- **Dataset items**:
============================================================

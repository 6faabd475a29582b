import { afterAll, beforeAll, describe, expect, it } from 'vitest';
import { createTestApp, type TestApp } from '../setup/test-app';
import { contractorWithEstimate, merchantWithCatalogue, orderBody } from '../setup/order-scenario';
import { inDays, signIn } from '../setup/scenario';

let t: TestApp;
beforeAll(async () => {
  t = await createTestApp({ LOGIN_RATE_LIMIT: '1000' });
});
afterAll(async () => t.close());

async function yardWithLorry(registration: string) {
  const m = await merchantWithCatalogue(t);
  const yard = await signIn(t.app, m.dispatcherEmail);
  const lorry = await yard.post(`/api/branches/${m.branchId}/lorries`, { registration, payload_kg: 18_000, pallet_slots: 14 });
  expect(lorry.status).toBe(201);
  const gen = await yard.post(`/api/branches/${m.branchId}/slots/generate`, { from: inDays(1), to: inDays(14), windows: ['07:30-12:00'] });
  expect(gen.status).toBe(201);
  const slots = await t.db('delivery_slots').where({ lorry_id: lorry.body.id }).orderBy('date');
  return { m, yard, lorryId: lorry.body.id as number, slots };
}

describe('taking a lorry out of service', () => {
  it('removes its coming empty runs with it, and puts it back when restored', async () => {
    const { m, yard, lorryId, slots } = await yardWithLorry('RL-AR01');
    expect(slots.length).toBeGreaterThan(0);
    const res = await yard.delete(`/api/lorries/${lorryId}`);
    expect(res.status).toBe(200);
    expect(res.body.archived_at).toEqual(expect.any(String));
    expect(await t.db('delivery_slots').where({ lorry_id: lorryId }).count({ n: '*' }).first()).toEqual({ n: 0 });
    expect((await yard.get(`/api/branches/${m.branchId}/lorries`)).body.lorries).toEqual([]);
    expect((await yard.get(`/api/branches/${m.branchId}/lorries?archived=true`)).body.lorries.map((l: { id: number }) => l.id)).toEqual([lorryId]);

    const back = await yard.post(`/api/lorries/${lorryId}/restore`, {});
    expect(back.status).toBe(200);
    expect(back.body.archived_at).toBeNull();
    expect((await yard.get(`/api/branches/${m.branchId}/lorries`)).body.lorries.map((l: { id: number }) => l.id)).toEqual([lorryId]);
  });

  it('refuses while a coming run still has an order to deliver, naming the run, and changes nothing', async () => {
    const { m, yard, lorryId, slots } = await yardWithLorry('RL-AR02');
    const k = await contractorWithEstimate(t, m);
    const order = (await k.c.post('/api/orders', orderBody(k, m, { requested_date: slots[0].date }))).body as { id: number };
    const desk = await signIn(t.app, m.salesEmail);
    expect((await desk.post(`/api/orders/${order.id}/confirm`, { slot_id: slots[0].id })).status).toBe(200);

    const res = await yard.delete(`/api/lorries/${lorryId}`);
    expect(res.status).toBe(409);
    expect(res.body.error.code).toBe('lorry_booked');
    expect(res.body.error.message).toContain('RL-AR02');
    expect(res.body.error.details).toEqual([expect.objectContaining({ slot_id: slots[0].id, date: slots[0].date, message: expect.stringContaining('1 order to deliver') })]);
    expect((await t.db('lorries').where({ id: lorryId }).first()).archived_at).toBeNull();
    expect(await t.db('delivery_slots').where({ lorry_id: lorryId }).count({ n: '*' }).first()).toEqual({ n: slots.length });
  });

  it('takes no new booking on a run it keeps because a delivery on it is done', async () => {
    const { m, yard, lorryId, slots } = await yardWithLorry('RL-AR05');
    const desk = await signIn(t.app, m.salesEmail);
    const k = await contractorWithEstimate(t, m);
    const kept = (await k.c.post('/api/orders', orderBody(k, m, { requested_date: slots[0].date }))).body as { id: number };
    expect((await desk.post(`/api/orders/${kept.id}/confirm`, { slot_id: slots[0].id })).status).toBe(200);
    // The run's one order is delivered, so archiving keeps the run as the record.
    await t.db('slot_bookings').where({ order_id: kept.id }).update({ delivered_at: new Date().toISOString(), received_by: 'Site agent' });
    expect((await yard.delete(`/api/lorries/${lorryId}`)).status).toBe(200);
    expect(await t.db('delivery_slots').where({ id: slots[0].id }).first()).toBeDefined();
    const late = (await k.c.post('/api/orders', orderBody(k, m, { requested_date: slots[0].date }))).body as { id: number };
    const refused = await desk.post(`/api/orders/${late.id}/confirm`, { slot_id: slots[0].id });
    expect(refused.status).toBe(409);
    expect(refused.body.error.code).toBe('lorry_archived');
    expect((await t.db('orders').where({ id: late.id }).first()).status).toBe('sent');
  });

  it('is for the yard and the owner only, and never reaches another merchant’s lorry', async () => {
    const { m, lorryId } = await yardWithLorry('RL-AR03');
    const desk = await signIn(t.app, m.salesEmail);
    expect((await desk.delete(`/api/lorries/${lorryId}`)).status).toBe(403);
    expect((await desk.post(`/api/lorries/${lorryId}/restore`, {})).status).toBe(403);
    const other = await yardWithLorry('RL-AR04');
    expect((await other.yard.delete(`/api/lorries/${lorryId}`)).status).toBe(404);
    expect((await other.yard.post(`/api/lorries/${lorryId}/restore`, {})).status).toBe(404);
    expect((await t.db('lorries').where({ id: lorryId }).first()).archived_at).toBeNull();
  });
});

============================================================

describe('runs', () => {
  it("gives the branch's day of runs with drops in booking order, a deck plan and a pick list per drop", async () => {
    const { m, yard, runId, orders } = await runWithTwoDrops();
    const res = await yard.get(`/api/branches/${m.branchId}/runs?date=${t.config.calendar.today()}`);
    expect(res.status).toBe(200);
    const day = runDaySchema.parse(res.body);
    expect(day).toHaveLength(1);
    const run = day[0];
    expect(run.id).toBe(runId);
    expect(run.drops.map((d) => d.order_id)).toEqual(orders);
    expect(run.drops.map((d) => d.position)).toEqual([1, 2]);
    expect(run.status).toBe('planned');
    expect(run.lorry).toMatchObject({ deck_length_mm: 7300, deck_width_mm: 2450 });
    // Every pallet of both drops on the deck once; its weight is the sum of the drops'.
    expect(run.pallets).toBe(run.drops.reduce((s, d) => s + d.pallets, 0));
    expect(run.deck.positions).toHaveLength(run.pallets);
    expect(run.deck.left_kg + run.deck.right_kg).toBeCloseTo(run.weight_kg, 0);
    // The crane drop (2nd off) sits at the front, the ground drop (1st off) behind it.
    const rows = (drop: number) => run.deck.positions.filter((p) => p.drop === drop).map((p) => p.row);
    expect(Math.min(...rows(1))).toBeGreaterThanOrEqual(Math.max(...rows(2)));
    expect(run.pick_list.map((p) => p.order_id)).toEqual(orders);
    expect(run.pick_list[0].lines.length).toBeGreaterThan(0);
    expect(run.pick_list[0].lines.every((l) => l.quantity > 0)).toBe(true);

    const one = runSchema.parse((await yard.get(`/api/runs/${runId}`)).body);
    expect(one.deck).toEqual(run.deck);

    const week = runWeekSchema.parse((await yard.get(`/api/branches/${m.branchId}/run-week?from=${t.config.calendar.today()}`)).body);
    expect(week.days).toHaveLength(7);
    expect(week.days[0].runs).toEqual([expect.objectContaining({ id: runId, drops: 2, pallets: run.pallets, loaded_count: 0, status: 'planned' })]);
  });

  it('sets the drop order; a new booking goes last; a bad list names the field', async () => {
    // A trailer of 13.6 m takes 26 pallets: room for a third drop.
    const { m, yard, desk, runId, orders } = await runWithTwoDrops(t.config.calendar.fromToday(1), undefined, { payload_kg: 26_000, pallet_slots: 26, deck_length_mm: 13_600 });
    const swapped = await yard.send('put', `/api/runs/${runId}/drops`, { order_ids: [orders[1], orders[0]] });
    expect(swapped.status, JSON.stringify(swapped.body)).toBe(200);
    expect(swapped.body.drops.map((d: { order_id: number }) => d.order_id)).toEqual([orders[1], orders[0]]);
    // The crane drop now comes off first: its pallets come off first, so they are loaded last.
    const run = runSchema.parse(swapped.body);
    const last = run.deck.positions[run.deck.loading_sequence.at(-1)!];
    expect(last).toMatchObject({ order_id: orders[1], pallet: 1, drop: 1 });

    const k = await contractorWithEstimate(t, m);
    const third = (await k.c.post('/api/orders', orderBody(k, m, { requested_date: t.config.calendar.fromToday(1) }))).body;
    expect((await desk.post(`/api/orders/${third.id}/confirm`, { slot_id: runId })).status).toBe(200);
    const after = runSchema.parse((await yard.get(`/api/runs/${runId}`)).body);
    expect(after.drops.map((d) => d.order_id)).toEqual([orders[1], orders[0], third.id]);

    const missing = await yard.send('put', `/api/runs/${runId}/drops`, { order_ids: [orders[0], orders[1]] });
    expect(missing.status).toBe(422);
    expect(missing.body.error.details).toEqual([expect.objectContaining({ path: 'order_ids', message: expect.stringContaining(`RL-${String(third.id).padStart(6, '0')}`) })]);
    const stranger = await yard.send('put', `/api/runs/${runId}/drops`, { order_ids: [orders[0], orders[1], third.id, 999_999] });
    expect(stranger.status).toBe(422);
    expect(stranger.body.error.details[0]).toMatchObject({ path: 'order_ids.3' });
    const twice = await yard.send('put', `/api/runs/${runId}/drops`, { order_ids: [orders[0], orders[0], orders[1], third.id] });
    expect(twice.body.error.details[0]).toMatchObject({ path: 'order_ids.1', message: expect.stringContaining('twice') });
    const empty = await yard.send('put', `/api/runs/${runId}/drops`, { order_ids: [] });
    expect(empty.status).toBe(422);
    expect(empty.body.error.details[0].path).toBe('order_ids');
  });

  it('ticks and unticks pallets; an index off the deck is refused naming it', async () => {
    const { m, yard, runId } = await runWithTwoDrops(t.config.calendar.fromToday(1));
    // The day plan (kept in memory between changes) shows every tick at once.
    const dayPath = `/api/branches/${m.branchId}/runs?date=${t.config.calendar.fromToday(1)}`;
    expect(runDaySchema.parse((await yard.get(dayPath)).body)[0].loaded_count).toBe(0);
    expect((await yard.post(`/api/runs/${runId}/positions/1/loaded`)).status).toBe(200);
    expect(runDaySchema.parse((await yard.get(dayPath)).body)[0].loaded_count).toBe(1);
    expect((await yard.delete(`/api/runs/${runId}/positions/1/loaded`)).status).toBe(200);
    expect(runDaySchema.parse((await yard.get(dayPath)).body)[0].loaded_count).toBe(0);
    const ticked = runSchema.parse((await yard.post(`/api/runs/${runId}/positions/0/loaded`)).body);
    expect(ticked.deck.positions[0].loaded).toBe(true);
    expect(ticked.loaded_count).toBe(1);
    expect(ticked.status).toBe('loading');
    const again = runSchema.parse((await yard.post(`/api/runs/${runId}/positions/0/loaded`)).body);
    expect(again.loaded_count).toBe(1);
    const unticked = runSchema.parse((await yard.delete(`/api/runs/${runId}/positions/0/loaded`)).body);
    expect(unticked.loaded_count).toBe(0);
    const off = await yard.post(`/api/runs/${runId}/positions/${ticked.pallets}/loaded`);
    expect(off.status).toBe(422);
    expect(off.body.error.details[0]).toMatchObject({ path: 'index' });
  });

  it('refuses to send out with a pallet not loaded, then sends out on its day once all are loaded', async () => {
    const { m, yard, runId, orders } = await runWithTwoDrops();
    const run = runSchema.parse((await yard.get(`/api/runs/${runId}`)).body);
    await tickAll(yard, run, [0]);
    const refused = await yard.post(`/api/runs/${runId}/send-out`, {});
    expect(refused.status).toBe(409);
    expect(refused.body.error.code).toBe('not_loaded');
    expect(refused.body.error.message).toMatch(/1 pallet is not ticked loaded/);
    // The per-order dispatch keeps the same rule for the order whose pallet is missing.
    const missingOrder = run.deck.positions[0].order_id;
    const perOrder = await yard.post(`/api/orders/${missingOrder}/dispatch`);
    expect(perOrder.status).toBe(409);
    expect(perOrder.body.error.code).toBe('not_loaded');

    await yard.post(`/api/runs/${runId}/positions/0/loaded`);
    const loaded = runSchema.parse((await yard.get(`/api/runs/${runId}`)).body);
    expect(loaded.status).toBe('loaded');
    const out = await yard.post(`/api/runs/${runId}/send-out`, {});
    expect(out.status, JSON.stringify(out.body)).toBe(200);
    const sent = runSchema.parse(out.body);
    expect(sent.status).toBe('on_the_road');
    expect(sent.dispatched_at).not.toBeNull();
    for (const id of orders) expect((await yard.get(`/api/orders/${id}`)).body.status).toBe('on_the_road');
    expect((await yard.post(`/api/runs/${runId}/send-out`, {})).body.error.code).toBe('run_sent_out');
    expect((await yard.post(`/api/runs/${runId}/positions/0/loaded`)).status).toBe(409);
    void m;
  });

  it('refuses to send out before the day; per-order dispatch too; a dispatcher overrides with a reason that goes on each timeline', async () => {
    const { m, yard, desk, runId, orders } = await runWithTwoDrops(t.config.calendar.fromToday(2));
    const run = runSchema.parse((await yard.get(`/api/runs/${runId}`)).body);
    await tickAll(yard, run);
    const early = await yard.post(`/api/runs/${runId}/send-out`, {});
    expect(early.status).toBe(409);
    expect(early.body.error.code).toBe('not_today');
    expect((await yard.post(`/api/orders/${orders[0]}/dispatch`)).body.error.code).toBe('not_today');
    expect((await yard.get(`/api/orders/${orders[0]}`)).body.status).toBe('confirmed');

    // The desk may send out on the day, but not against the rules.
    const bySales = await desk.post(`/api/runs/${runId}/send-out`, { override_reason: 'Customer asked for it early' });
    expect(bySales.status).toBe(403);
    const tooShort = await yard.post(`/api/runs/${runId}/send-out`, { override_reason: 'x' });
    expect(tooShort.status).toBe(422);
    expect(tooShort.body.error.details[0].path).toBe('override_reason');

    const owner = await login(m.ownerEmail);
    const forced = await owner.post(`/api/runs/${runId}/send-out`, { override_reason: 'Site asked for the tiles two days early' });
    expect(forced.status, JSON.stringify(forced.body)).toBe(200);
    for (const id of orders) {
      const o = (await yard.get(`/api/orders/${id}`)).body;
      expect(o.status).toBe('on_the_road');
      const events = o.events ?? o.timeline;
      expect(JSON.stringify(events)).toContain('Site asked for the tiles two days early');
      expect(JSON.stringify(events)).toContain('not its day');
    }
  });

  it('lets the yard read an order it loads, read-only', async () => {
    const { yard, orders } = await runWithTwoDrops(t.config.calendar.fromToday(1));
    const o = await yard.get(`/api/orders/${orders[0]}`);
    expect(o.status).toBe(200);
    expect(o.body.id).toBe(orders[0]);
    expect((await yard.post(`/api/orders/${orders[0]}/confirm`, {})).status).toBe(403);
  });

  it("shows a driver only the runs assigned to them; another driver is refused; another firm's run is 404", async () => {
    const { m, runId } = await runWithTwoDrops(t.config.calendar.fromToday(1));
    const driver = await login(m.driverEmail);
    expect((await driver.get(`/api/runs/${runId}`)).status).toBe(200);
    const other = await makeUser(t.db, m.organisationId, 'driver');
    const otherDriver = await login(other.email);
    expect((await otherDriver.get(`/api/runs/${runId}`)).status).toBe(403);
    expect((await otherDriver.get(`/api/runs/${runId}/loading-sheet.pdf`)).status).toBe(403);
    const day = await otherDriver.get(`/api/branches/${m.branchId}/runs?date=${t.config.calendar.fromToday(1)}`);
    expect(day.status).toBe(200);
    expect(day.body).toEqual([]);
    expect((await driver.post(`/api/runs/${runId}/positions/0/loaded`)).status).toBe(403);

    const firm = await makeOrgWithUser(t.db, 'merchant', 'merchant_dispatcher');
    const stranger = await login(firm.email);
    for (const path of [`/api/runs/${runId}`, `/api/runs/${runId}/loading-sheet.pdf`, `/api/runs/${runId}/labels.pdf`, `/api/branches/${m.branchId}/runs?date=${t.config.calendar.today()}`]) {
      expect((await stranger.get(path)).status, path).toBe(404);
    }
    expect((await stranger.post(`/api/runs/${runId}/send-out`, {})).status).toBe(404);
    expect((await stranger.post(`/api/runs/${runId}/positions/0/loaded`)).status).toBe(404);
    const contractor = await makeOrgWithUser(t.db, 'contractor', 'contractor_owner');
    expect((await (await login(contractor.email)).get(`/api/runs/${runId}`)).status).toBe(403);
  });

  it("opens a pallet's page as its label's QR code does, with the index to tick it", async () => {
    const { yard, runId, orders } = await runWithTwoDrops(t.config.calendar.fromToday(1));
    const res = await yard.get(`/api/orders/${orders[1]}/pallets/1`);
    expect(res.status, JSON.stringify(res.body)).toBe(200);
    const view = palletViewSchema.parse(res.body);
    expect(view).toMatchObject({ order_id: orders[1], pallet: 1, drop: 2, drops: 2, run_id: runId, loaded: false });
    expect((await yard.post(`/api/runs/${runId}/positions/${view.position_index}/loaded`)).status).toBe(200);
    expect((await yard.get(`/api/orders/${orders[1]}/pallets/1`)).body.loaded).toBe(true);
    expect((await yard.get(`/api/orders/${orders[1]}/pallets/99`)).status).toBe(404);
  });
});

============================================================

- **ABOUT THIS EXERCISE**:
Could you reproduce, exactly, every line above from the line with "repository 6faabd475a29582b" to the line with "expect(gen.status).toBe(201);", and no other line? Both ends count.

- **OUTPUT OF THE TASK**:
repository 6faabd475a29582b
import { afterAll, beforeAll, describe, expect, it } from 'vitest';
import { createTestApp, type TestApp } from '../setup/test-app';
import { contractorWithEstimate, merchantWithCatalogue, orderBody } from '../setup/order-scenario';
import { inDays, signIn } from '../setup/scenario';

let t: TestApp;
beforeAll(async () => {
  t = await createTestApp({ LOGIN_RATE_LIMIT: '1000' });
});
afterAll(async () => t.close());

async function yardWithLorry(registration: string) {
  const m = await merchantWithCatalogue(t);
  const yard = await signIn(t.app, m.dispatcherEmail);
  const lorry = await yard.post(`/api/branches/${m.branchId}/lorries`, { registration, payload_kg: 18_000, pallet_slots: 14 });
  expect(lorry.status).toBe(201);
  const gen = await yard.post(`/api/branches/${m.branchId}/slots/generate`, { from: inDays(1), to: inDays(14), windows: ['07:30-12:00'] });
  expect(gen.status).toBe(201);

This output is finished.